Itoh seems to be suggesting that, although the methods are so much more deliberately gentle and compassionate than those employed in the dystopian fiction of yore, the end result of control over the populace and the loss of personal freedom are the same. The threat that appears late on in the novel is not caused by terrorists or anarchists; Harmony itself was thought up because certain people had a genuine concern for our welfare. As the old saying goes, the way to Hell is paved with good intentions. By which I mean certain things about life we cherish, such as privacy and free will, are in this novel threatened by those who mean us the opposite of harm and who believe the greater good is worth the cost.

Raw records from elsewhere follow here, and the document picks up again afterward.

import { z } from 'zod';
import { APP_VERSION } from '../version.js';
import type { Endpoint } from './endpoint.js';

/**
 * The OpenAPI 3.1 document, generated from the endpoints' zod schemas (z.toJSONSchema), so a
 * parameter is never described twice. OpenAPI 3.1 schemas are JSON Schema 2020-12.
 */
export function openApiDocument(endpoints: readonly Endpoint[]): Record<string, unknown> {
  const paths: Record<string, unknown> = {};
  for (const endpoint of endpoints) {
    const parameters = Object.entries(endpoint.query.shape).map(([name, field]) => {
      const schema = z.toJSONSchema(field as z.ZodType, { io: 'input', unrepresentable: 'any' }) as Record<string, unknown>;
      delete schema.$schema;
      const description = schema.description;
      delete schema.description;
      return {
        name,
        in: 'query',
        // A field that accepts "absent" (optional or defaulted) is not required.
        required: !(field as z.ZodType).safeParse(undefined).success,
        ...(description ? { description } : {}),
        schema,
      };
    });
    const responses: Record<string, unknown> = {};
    for (const [status, doc] of Object.entries(endpoint.responses)) {
      responses[status] = {
        description: doc.description,
        ...(doc.contentTypes.length > 0 ? { content: Object.fromEntries(doc.contentTypes.map((t) => [t, {}])) } : {}),
      };
    }
    paths[endpoint.path] = { get: { summary: endpoint.summary, description: endpoint.description, parameters, responses } };
  }
  return {
    openapi: '3.1.0',
    info: {
      title: 'partsmith',
      version: APP_VERSION,
      description: 'Uniformly random integer partitions and compositions of exact size n, and set partitions of n items, seeded and replayable.',
    },
    paths,
  };
}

Tragically Itoh was on his deathbed while finalising the manuscript to Harmony, creating another grim parallel with Orwell’s infamous view of the future. I find it hard to believe that Itoh’s imminent passing, and the thoughts that such a situation must have created, hadn’t bled into the novel (as I felt they did in 1984 with its sense of utter hopelessness). Whether the ending is happy is a matter for some interesting discussion, but it’s not necessarily morbid and obsessed with death either. The narrative does seem to have a broader interest in mortality than most but there are some subtle bits of dry satirical humour I really appreciated too.
A bit of speculation on my part while I was reading this novel centred on the fact that the chapters are named (or, in the case of the first one, paraphrased) after Nine Inch Nails song titles. The Year Zero LP is a concept album of sorts based around a near-future political dystopia but Itoh draws from earlier albums too. Taking the chapters in order, they are: Miss Self-Destruct (from The Downward Spiral), A Warm Place (ditto), Me, I’m Not (Year Zero), The Day The World Went Away (The Fragile) and In This Twilight (Year Zero again).

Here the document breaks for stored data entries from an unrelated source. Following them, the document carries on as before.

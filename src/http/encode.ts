import { partsOf, type Partition } from '../core/partition.js';
import { listBytes, listText, pairsBytes, pairsText } from './int-text.js';

/**
 * Lists at least this long are written byte by byte (int-text.ts); shorter ones by string
 * concatenation, which has no buffer to allocate and decode.
 */
const BYTE_TEXT_NUMBERS = 64;

/**
 * How one sample is written in each response format. A sample is encoded once per format into
 * JSON text (for json and ndjson) or a line of text, so the three formats always agree.
 */
export interface SampleEncoder<S> {
  /** Key of the sample in an NDJSON line, e.g. "parts" or "multiplicities". */
  readonly field: string;
  /** The sample as JSON text: what JSON.stringify gives for its JSON form. */
  json(sample: S): string;
  text(sample: S): string;
  /**
   * `open` + json(sample) + `close` as ASCII bytes (`open` and `close` are ASCII: a body's
   * head and tail), for samples large enough that bytes pay (a body sent as written, not
   * decoded into a string and encoded again); undefined for the others, which go as text.
   */
  jsonBytes?(sample: S, open: string, close: string): Uint8Array<ArrayBuffer> | undefined;
}

export const partitionAsParts: SampleEncoder<Partition> = {
  field: 'parts',
  // JSON.stringify(partsOf(p)), written from the (size, multiplicity) pairs without building the
  // list of parts: each distinct size's text is repeated, instead of written once per part.
  json: (p) => {
    const last = p.sizes.length - 1;
    if (last < 0) return '[]';
    let text = '[';
    for (let i = 0; i < last; i++) text += repeated(partWithComma(p.sizes[i]), p.multiplicities[i]);
    return `${text}${repeated(partWithComma(p.sizes[last]), p.multiplicities[last] - 1)}${p.sizes[last]}]`;
  },
  text: (p) => partsOf(p).join(' '),
};

/** `${size},` for sizes below 4096, made once each: a number's decimal text never changes. */
const PART_WITH_COMMA: (string | undefined)[] = new Array<string | undefined>(4096).fill(undefined);

function partWithComma(size: number): string {
  return size < 4096 ? (PART_WITH_COMMA[size] ??= `${size},`) : `${size},`;
}

function repeated(text: string, times: number): string {
  return times === 1 ? text : text.repeat(times);
}

export const partitionAsMultiplicities: SampleEncoder<Partition> = {
  field: 'multiplicities',
  // [[part, multiplicity], ...], largest part first; long lists written as bytes (int-text.ts).
  json: (p) => {
    if (p.sizes.length >= BYTE_TEXT_NUMBERS) {
      const text = pairsText(p.sizes, p.multiplicities);
      if (text !== undefined) return text;
    }
    let items = '';
    for (let i = 0; i < p.sizes.length; i++) items += `${i > 0 ? ',' : ''}[${p.sizes[i]},${p.multiplicities[i]}]`;
    return `[${items}]`;
  },
  jsonBytes: (p, open, close) => (p.sizes.length >= BYTE_TEXT_NUMBERS ? pairsBytes(p.sizes, p.multiplicities, open, close) : undefined),
  // "5 4 1^3": a part followed by ^multiplicity when it occurs more than once.
  text: (p) => p.sizes.map((size, i) => (p.multiplicities[i] > 1 ? `${size}^${p.multiplicities[i]}` : `${size}`)).join(' '),
};

/**
 * A composition's parts, as a list or as the typed array of a sampler's `sampleParts` (large
 * compositions, written without building a list; see int-text.ts).
 */
export const compositionAsParts: SampleEncoder<readonly number[] | Int32Array> = {
  field: 'parts',
  json: (c) => (c instanceof Int32Array ? (listText(c, '[', ',', ']') ?? JSON.stringify(Array.from(c))) : JSON.stringify(c)),
  text: (c) => (c instanceof Int32Array ? (listText(c, '', ' ', '') ?? Array.from(c).join(' ')) : c.join(' ')),
  jsonBytes: (c, open, close) => (c instanceof Int32Array && c.length >= BYTE_TEXT_NUMBERS ? listBytes(c, `${open}[`, ',', `]${close}`) : undefined),
};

Trent Reznor’s lyrics do feature a lot of personal angst and nihilism but there’s no common theme running through all these albums that I could see Itoh picking up on. I suppose he was just a fan picking titles that were appropriate names for the chapters, but as a fellow NIN listener I thought it was a nice touch.

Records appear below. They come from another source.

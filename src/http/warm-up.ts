import { prepareDefaultTables } from '../core/partitions/unrestricted.js';

/**
 * Work done once when a server starts, so that its first requests cost what later ones do. A
 * fresh Node process runs new code in its interpreter and compiles it once it is hot, and the
 * partition samplers fill their shared tables on first use: without this, the first request
 * for a new n took 5-10 times a repeated one (the serving section of `npm run bench`).
 *
 * 1. The shared tables are filled (prepareDefaultTables: pure caches, no sample changes).
 * 2. Requests go through the server itself (HTTP adapter, routing, query reading, family planning, the samplers
 *    and encoders, each response format), a new n in every round so that the per-family work is
 *    run as often as the per-sample work; sizes on both sides of the planner's switch from
 *    tables to the self-similar method. The n values are ones clients are unlikely to ask for:
 *    the app's family caches (64 entries each) keep nothing a real request would find ready.
 *
 * 3. Then many more rounds of small families only (FAMILY_ROUNDS), one single-sample request
 *    each in the default form and as=multiplicities: what a request for a new family does
 *    beyond a repeated one (the whole query parsed by zod, the family planned, its means and
 *    random-stream prefix, the ETag prefix) runs once per new family, so 12 rounds left it
 *    in the interpreter: in-process, after 24 runs those steps took ~260 µs per new n = 1000,
 *    after 200 runs ~125 µs, against ~350 µs for a whole repeated request (.scratch timing of
 *    the steps, medians of 9 new n each); the first request's CPU in a warmed in-process server
 *    fell from a median of 2.6 to 2.0 ms over 4 servers each (noisy: a machine at load ~8;
 *    bench: serving, "fresh server" rows). Each round costs about two small requests.
 *
 * Only the Node entry point calls this: a few hundred milliseconds of one core at start.
 */
const ROUNDS = 12;

/** The warm-up requests of one round; `r` makes every n new. */
function paths(r: number): string[] {
  return [
    `/v1/partitions?n=${987 - r}&count=3&seed=warm-up`,
    `/v1/partitions?n=${987 - r}&count=3&seed=warm-up&as=multiplicities&format=ndjson`,
    `/v1/partitions?n=${7777 + r}&seed=warm-up&format=text`,
    `/v1/partitions?n=${77777 + r}&seed=warm-up`,
    `/v1/partitions?n=${777777 + r}&seed=warm-up&as=multiplicities`,
    `/v1/partitions?n=${777777777 + r}&seed=warm-up&as=multiplicities`,
    `/v1/compositions?n=${777 + r}&count=3&seed=warm-up`,
    `/v1/compositions?n=${77777 + r}&seed=warm-up&format=ndjson`,
    `/v1/set-partitions?n=${77 + r}&count=3&seed=warm-up`,
  ];
}

/** Rounds of the per-family work alone (step 3), on small n: cheap, so many. */
const FAMILY_ROUNDS = 100;

/** The requests of family round `r`: a new n below the n of `paths` (876 ... 975). */
function familyPaths(r: number): string[] {
  return [`/v1/partitions?n=${975 - r}&seed=warm-up`, `/v1/partitions?n=${975 - r}&seed=warm-up&as=multiplicities`];
}

/**
 * Runs the warm-up; `get` answers one path (and reads the whole body, whatever the status: a
 * server with small limits may refuse some). The Node entry point passes real HTTP requests to
 * itself over loopback, so that its HTTP adapter is warmed as well as the app.
 */
export async function warmUp(get: (path: string) => Promise<unknown>): Promise<void> {
  prepareDefaultTables();
  for (let r = 0; r < ROUNDS; r++) {
    for (const path of paths(r)) await get(path);
  }
  for (let r = 0; r < FAMILY_ROUNDS; r++) {
    for (const path of familyPaths(r)) await get(path);
  }
}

Thematically I’m not saying Harmony is truly original; in general concept it isn’t, but in execution it certainly has enough of its own ideas (rendering segments of text in the style of some futuristic HTML is in fact more than a gimmick, for instance). There are a lot of similarly-themed films and books out there such as 1984, BNW, Minority Report, Gattaca and Equilibrium but dismissing it as just another pessimistic future by a cynical writer faced with his own death would be selling Harmony short.
There are small stumbles, of course: the background to one of the characters stretches its credibility a bit, I hoped the political ramifications would’ve been explored more fully and the mechanics of how some of this new technology *works* in practice were glossed over. Part of the fun of SF for me is the opportunity to actually make use of my scientific education for entertainment purposes, but sometimes I’m fine with scientific ideas used to merely make a pertinent point, as opposed to recreating concepts and theories to the smallest detail.
Itoh’s masterstroke for me is in the way Harmony takes things in the real world, then makes leaps into fiction that are unsettlingly small. Even though I’ve been exposed to many similar tales in the past this one still managed to do the trick of conveying the fact that the reader is afraid to admit: it could actually happen. Once again, this is SF done right…an admirable epitaph for a writer I wish I’d discovered sooner.